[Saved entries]
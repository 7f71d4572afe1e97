/**
 * The energy profile and energetic span as the JSON report gives them (`energy`, DESIGN.md
 * "Contracts"): the engine builds values of these shapes and the report prints them as they are.
 */

/** Gibbs energy, enthalpy or electronic energy. */
export type EnergyBasis = 'G' | 'H' | 'E';

/** One state of the profile: a minimum or the transition state of one step. */
export interface ProfileState {
  /**
   * A minimum's index counts the route steps completed (0 = the starting state); a transition
   * state's is the 1-based position of its step along the route, so TS i lies between minima i−1 and i.
   */
  index: number;
  kind: 'minimum' | 'transition';
  /** kJ/mol relative to the starting state; absent where the recorded energies do not reach */
  energy?: number;
  /** everything present, with amounts; a transition state carries its step's starting species */
  species: Record<string, number>;
  /** label of the step (transition states only) */
  step?: string;
}

/** The states of one turnover with the overall change; schematic where energies are missing. */
export interface EnergyProfile {
  basis: EnergyBasis;
  unit: 'kJ/mol';
  /** cycle: something (a catalyst, a chain carrier) is needed at the start and returned at the end */
  kind: 'cycle' | 'sequence';
  /** true when a step of the route records no barrier or no change */
  schematic: boolean;
  states: ProfileState[];
  /** energy of the last minimum relative to the first, kJ/mol (ΔG_r of one turnover) */
  overall_change?: number;
  direction?: 'exergonic' | 'endergonic' | 'thermoneutral';
  /** label of the step declared rate-determining, if it is on the route */
  rds_step?: string;
  /** species needed at the start and returned at the end */
  carriers: string[];
}

/** The record's `energy` in the JSON report: the profile plus the energetic span where it applies. */
export interface EnergyResult extends EnergyProfile {
  /** temperature of the TOF / K */
  T: number;
  /** energetic span δE / kJ mol^-1 */
  span?: number;
  /** label of the step whose transition state determines the TOF */
  tdts_step?: string;
  /** index of that transition state among the states (1-based position along the route) */
  tdts_state?: number;
  /** index of the determining minimum (0 = the starting state) */
  tdi_state?: number;
  /** TOF from the full energetic-span expression (Gibbs basis only) / s^-1 */
  tof_per_s?: number;
  /** TOF from the span alone, (k_B T/h) e^{−δE/RT} / s^-1 */
  tof_span_per_s?: number;
  /** degree of TOF control of each transition state and each intermediate (they each sum to 1) */
  control?: {
    transition_states: { index: number; step: string; x_tof: number }[];
    intermediates: { index: number; x_tof: number }[];
  };
}

/** The record's `energy` in the JSON report. */
export type EnergyJson = EnergyResult;
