/**
 * A query that reads as a formula lists species first and keeps mechanisms matched only through
 * their words (title, tags, system) apart; formulas are split for display with subscripts.
 */
import { describe, expect, it } from 'vitest';
import { buildSearchIndex } from '../../src/search/build-index.ts';
import { formulaParts } from '../../src/search/formula-parts.ts';
import { createCatalogueSearch } from '../../src/search/search-catalogue.ts';

const chlorination = {
  id: 'chlorination',
  title: 'Chlorination of fluoroform',
  tags: [],
  species: [
    { symbol: 'Cl2', name: 'chlorine', role: 'reactant', aliases: [] },
    { symbol: 'HCl', name: 'hydrogen chloride', role: 'product', aliases: [] },
  ],
};
const tagged = {
  id: 'tagged',
  title: 'An isomerisation',
  tags: ['Cl-free', 'enzyme'],
  species: [{ symbol: 'S', name: 'substrate', role: 'reactant', aliases: [] }],
};
const species = [
  {
    symbol: 'Cl2',
    slug: 'cl2',
    names: ['chlorine'],
    aliases: [],
    occurrences: [{ mechanism: 'chlorination', title: 't' }],
  },
  {
    symbol: 'HCl',
    slug: 'hcl',
    names: ['hydrogen chloride'],
    aliases: [],
    occurrences: [{ mechanism: 'chlorination', title: 't' }],
  },
  {
    symbol: 'S',
    slug: 'tagged/s',
    system: 'iso',
    names: ['substrate'],
    aliases: [],
    occurrences: [{ mechanism: 'tagged', title: 't' }],
  },
];
const search = createCatalogueSearch(JSON.parse(JSON.stringify(buildSearchIndex([chlorination, tagged], species))));

describe('formula queries', () => {
  it('reads Cl as a formula: species by formula, mechanisms through a species, tag-only matches apart', () => {
    const outcome = search('Cl');
    expect(outcome.formulaLike).toBe(true);
    expect(
      outcome.species
        .map((s) => s.doc.symbol)
        .slice(0, 2)
        .sort(),
    ).toEqual(['Cl2', 'HCl']);
    expect(outcome.mechanisms.find((m) => m.doc.id === 'chlorination')?.through).toBe('species');
    const loose = outcome.mechanisms.find((m) => m.doc.id === 'tagged');
    if (loose) expect(loose.through).toBe('words');
  });

  it('does not read a word as a formula', () => {
    expect(search('chlorine').formulaLike).toBe(false);
  });

  it('links a label to its own system page', () => {
    const doc = search('substrate').species[0]!.doc;
    expect(doc.path).toBe('s/tagged/s/');
    expect(doc.system).toBe('iso');
  });
});

describe('formula parts', () => {
  const show = (symbol: string) =>
    formulaParts(symbol)
      .map((p) => (p.kind === 'text' ? p.text : `${p.kind}(${p.text})`))
      .join('');
  it('writes counts as subscripts and charges as superscripts, as the pages do', () => {
    expect(show('CHF3')).toBe('CHFsub(3)');
    expect(show('H3O+')).toBe('Hsub(3)Osup(+)');
    expect(show('SO4^2-')).toBe('SOsub(4)sup(2\u2212)');
    expect(show('Fe3+')).toBe('Fesup(3+)');
    expect(show('NH4+')).toBe('NHsub(4)sup(+)');
    expect(show('CH3CH(OCH3)2')).toBe('CHsub(3)CH(OCHsub(3))sub(2)');
    expect(show('Cl•')).toBe('Clsup(•)');
    expect(show('ES')).toBe('ES');
  });
});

● WORK TO BE COMPLETED: Copy out only the lines running from the beginning of the data to the line with "the route */", both ends included.

● ANSWER TO THE PROBLEM:
repository 7f71d4572afe1e97
/**
 * The energy profile and energetic span as the JSON report gives them (`energy`, DESIGN.md
 * "Contracts"): the engine builds values of these shapes and the report prints them as they are.
 */

/** Gibbs energy, enthalpy or electronic energy. */
export type EnergyBasis = 'G' | 'H' | 'E';

/** One state of the profile: a minimum or the transition state of one step. */
export interface ProfileState {
  /**
   * A minimum's index counts the route steps completed (0 = the starting state); a transition
   * state's is the 1-based position of its step along the route, so TS i lies between minima i−1 and i.
   */
  index: number;
  kind: 'minimum' | 'transition';
  /** kJ/mol relative to the starting state; absent where the recorded energies do not reach */
  energy?: number;
  /** everything present, with amounts; a transition state carries its step's starting species */
  species: Record<string, number>;
  /** label of the step (transition states only) */
  step?: string;
}

/** The states of one turnover with the overall change; schematic where energies are missing. */
export interface EnergyProfile {
  basis: EnergyBasis;
  unit: 'kJ/mol';
  /** cycle: something (a catalyst, a chain carrier) is needed at the start and returned at the end */
  kind: 'cycle' | 'sequence';
  /** true when a step of the route records no barrier or no change */
  schematic: boolean;
  states: ProfileState[];
  /** energy of the last minimum relative to the first, kJ/mol (ΔG_r of one turnover) */
  overall_change?: number;
  direction?: 'exergonic' | 'endergonic' | 'thermoneutral';
  /** label of the step declared rate-determining, if it is on the route */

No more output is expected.